Jesus’ Trials and the Wedding at Cana

01 Sep
Cana - 1

from Google Images

All three Synoptics mention heaven opening and the Spirit of God coming out of heaven to rest upon Jesus (Matthew 3:16; Mark 1:10; Luke 3:22). While John doesn’t mention heaven opening, he does support the Synoptics concerning the Spirit descending (from heaven) and remaining upon Jesus (John 1:33). In Matthew it is the Spirit of God, and in Mark and John it is simply the Spirit, and in Luke it is the Holy Spirit, but all four record the event, and it seems to be of key importance. The Spirit’s relationship with Jesus is especially significant when we come to Jesus’ temptations. Matthew claims Jesus was led by the Spirit into the wilderness (Matthew 4:1), while Mark claims Jesus was ‘thrust’ or ‘driven’ into the wilderness by the Spirit (Mark 1:12). Luke, however, gives us a slightly different picture by claiming Jesus was continuously led (imperfect passive of the verb ago – G71) by the Spirit in the wilderness; that is, Jesus was led throughout the forty day event.

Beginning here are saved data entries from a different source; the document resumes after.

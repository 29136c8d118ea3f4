"""Loads that keep a margin, and the resistor that restores the designed zero."""

from __future__ import annotations

from dataclasses import replace

import numpy as np
import pytest
from stepped_parts import BASE, DESIGN, NOMINAL, STEPS, drawn, swept

from fitamp.comparison import compare
from fitamp.design import Bench
from fitamp.elements import ElementEstimate, estimate_elements, load_range, restoring_resistor
from fitamp.errors import UsageError
from fitamp.margins import margins

BARE = replace(DESIGN, bench=Bench(delay_s=0.0))
DIE = drawn(5)


@pytest.fixture(scope="module")
def stepped() -> ElementEstimate:
    return estimate_elements(swept(DIE, STEPS, 4, bench_load_f=0.0), BARE, conditions=STEPS)


def margin_at(load_f: float) -> float:
    found = margins(DIE.with_changes(CL=load_f).transfer()).phase_margin_deg
    assert found is not None
    return found


@pytest.mark.parametrize("wanted_deg", [75.0, 60.0, 45.0])
def test_at_the_end_of_the_range_the_part_has_the_margin(stepped: ElementEstimate, wanted_deg: float) -> None:
    found = load_range(stepped, phase_margin_deg=wanted_deg)
    assert found.keeps
    assert found.low_f is None
    assert found.high_f is not None
    assert found.high_f.value is not None
    assert found.high_f.stderr is not None
    # The part itself, not its estimate, has the wanted margin within what its elements leave open.
    low, high = (margin_at(found.high_f.value + sign * 3.5 * found.high_f.stderr) for sign in (-1, 1))
    assert high < wanted_deg < low
    assert found.room_f is not None
    assert found.room_f.value == pytest.approx(found.high_f.value - found.load_f)


def test_a_part_that_does_not_keep_the_margin_has_too_much_load(stepped: ElementEstimate) -> None:
    found = load_range(stepped, phase_margin_deg=85.0)
    assert not found.keeps
    assert found.high_f is not None
    assert found.high_f.value is not None
    assert found.high_f.value < found.load_f
    assert found.room_f is not None
    assert found.room_f.ci95[1] is not None
    assert found.room_f.ci95[1] < 0


def test_a_margin_that_no_load_keeps(stepped: ElementEstimate) -> None:
    found = load_range(stepped, phase_margin_deg=150.0)
    assert (found.keeps, found.low_f, found.high_f, found.room_f) == (False, None, None, None)


def test_one_sweep_knows_the_room_only_as_a_share_of_the_load() -> None:
    single = estimate_elements(swept(DIE, [BASE], 4, bench_load_f=0.0), BARE)
    found = load_range(single, phase_margin_deg=60.0)
    assert found.room_f is not None
    assert found.room_f.value is not None
    assert found.room_f.stderr is not None
    # Their quotient is known from the measured pole 2, both of them as well as CL is.
    load = single.element("CL").estimate
    assert load.stderr is not None
    assert found.room_f.stderr / found.room_f.value == pytest.approx(load.stderr / found.load_f, rel=0.1)


def test_a_margin_is_an_angle(stepped: ElementEstimate) -> None:
    with pytest.raises(UsageError, match="lies between -180 and 180 degrees, but 200 is wanted"):
        load_range(stepped, phase_margin_deg=200.0)


def test_the_restoring_resistor_puts_the_zero_of_the_part_at_the_designed_place(stepped: ElementEstimate) -> None:
    found = restoring_resistor(stepped)
    assert found.zero_time_s == NOMINAL.zero_time_s
    assert found.rz_ohm.value is not None
    assert found.rz_ohm.stderr is not None
    restored_s = DIE.with_changes(Rz=found.rz_ohm.value).zero_time_s
    assert abs(restored_s - NOMINAL.zero_time_s) < 3.5 * DIE.Cc * found.rz_ohm.stderr
    assert found.change_ohm.value == pytest.approx(found.rz_ohm.value - stepped.amplifier.Rz)


def test_the_simple_advice_of_a_comparison_agrees_within_its_own_error(stepped: ElementEstimate) -> None:
    sweep = swept(DIE, [BASE], 4, bench_load_f=0.0)[0]
    simple = compare(sweep, BARE).advice.rz_change_ohm
    full = restoring_resistor(stepped).change_ohm
    assert simple.value is not None
    assert simple.stderr is not None
    assert full.value is not None
    assert full.stderr is not None
    assert abs(simple.value - full.value) < 3 * np.hypot(simple.stderr, full.stderr)
    assert full.stderr < 0.1 * simple.stderr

Luke tells us that Jesus “returned (hupestrepsen – G5290) from the Jordan” (Luke 4:1), and “returned (hupestrepsen – G5290) into Galilee” (Luke 4:14). This would agree with John’s account that two days after Jesus’ baptism, Jesus returned into Galilee (John 1:29, 35, 43) from the Jordan. Moreover, Jesus returned in the power of the Spirit into Galilee, which seems to point to his being continuously led by the Spirit in the wilderness. According to the Scriptures, no matter how we interpret the wilderness, Jesus was in Galilee when he was tempted; the Gospel of John leaves us with no other conclusion. Moreover, Luke’s “returned from the Jordan” begs the question: returned to where? It seems Luke’s placement of this phrase before the temptations begin puts Jesus in Galilee, where he grew up and had been living. I know of no other place Jesus could possibly have returned to after he was baptized by John in the Jordan.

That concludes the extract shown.